Look through the material below. Return exactly the lines from the one with "return str(node.meta[_WRITTEN]).lower()" through the one with "parentheses, the bare", both included.
--- PROVIDED DATA Enclosed Below ---
def mark_written_names(tree: exp.Expression, text: str) -> exp.Expression:
    """Note on each function call of a tree just parsed from ``text`` its name as written, so
    that refusals quote it (sqlglot normalises: now() becomes CurrentTimestamp). Returns the tree.

    Only ``meta`` changes; trees copied from it keep the notes.
    """
    for node in tree.walk():
        if isinstance(node, exp.Func) and "start" in node.meta and "end" in node.meta:
            written = text[node.meta["start"]:node.meta["end"] + 1]
            if _WORD.fullmatch(written):
                node.meta[_WRITTEN] = written
    return tree


def written_name(node: exp.Func) -> str:
    """A function's name as the analyst wrote it (lower case, as PostgreSQL shows names): the
    parse-time note, else the name PostgreSQL's own spelling gives."""
    if _WRITTEN in node.meta:
        return str(node.meta[_WRITTEN]).lower()
    if isinstance(node, exp.Anonymous):
        return node.name.lower()
    try:
        return node.sql(dialect="postgres").split("(", 1)[0].strip().lower() or node.sql_name().lower()
    except Exception:  # the generator may not know every node
        return node.sql_name().lower()


def written_call(node: exp.Func) -> str:
    """How a refusal names a call: "function now()" when written with parentheses, the bare
    keyword ("current_date") for SQL's parameterless forms."""
    name = written_name(node)
    if _WRITTEN in node.meta or isinstance(node, exp.Anonymous) or any(
            value not in (None, False, []) for value in node.args.values()):
        return f"function {name}()"
    return name


def written_sql(node: exp.Expression) -> str:
    """``node`` as PostgreSQL text, with calls that sqlglot renamed (now() is rendered
    CURRENT_TIMESTAMP, date_part() EXTRACT) under the names written. Raises what the
    generator raises for a node it does not know."""
    def restore(current: exp.Expression) -> exp.Expression:
        written = current.meta.get(_WRITTEN) if isinstance(current, exp.Func) else None
        if written is None or _rendered_name(current) == written.lower():
            return current
        arguments: list[exp.Expression] = []
        for value in current.args.values():
            arguments += [v for v in (value if isinstance(value, list) else [value])
                          if isinstance(v, exp.Expression)]
        return exp.Anonymous(this=written, expressions=arguments)

    return node.transform(restore).sql(dialect="postgres")


def _rendered_name(node: exp.Func) -> str:
    return node.sql(dialect="postgres").split("(", 1)[0].strip().lower()


def _snippet(node: exp.Expression) -> str:
    try:
        text = written_sql(node)
    except Exception:  # the generator may not know every node; the message need not quote it
        return f"of kind {node.key}"
    return f'"{text[:57]}..."' if len(text) > 60 else f'"{text}"'


def _digits(value: Decimal | int) -> int:
    """Digits before the decimal point of |value| (at least 1)."""
    value = Decimal(value)
    return 1 if value == 0 else max(1, value.adjusted() + 1)


def _number_literal(text: str, negative: bool) -> Typed:
    try:
        value = Decimal(text)
    except InvalidOperation:
        raise HushError(SYNTAX_ERROR, f"invalid number {text!r}", "write numbers like 12 or 12.5")
    if not value.is_finite() or abs(value) > LARGEST_LITERAL or (
            value != 0 and abs(value) < SMALLEST_LITERAL):
        raise refused(f"the number {text[:40]} is outside the accepted literal range",
                      "numeric literals must lie between -1e30 and 1e30 and be 0 or at least "
                      "1e-30 in size")
    node: exp.Expression = exp.Literal.number(text)
    if negative:
        node = exp.Neg(this=node)
    return Typed(node, "number", literal=True, digits=_digits(value), scale=_scale(value))


def _scale(value: Decimal | int) -> int:
    """Digits after the point of a number as written (PostgreSQL keeps them: 1.50 has 2)."""
    exponent = Decimal(value).as_tuple().exponent
    assert isinstance(exponent, int)
    return max(0, -exponent)


def _column_scale(column: ColumnPolicy) -> int:
    """Digits after the point a column's values keep in WHERE arithmetic: its step's, or 0."""
    return _scale(column.step) if column.kind == "number" and column.step is not None else 0


def _cast_numeric(node: exp.Expression) -> exp.Expression:
    return exp.Cast(this=node, to=exp.DataType(this=_NUMERIC))


def _clamped(name: str, column: ColumnPolicy) -> exp.Expression:
    """CASE WHEN c < lo THEN lo WHEN c > hi THEN hi ELSE round(c, places) END, every branch
    NUMERIC, ``places`` the column's scale (so a stored value's own scale cannot make one row's
    arithmetic costly).

    The tests compare the column in its own type with the bound (coerced once, at planning).
    """
    rounded = exp.Round(this=_cast_numeric(column_node(name)),
                        decimals=exp.Literal.number(_column_scale(column)))
    return clamp_node(column_node(name), number_node(column.low), number_node(column.high),
                      bound=_cast_numeric, inside=rounded)


# ---------------------------------------------------------------------------------------------

Reader = Callable[[exp.Expression], "Typed | None"]


def _no_columns(node: exp.Column) -> tuple[str, ColumnPolicy]:
    raise AssertionError("columns are read by the clause's own reader outside WHERE")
--- End of Enclosed PROVIDED DATA ---
ANSWER FOR THIS EXERCISE
        return str(node.meta[_WRITTEN]).lower()
    if isinstance(node, exp.Anonymous):
        return node.name.lower()
    try:
        return node.sql(dialect="postgres").split("(", 1)[0].strip().lower() or node.sql_name().lower()
    except Exception:  # the generator may not know every node
        return node.sql_name().lower()


def written_call(node: exp.Func) -> str:
    """How a refusal names a call: "function now()" when written with parentheses, the bare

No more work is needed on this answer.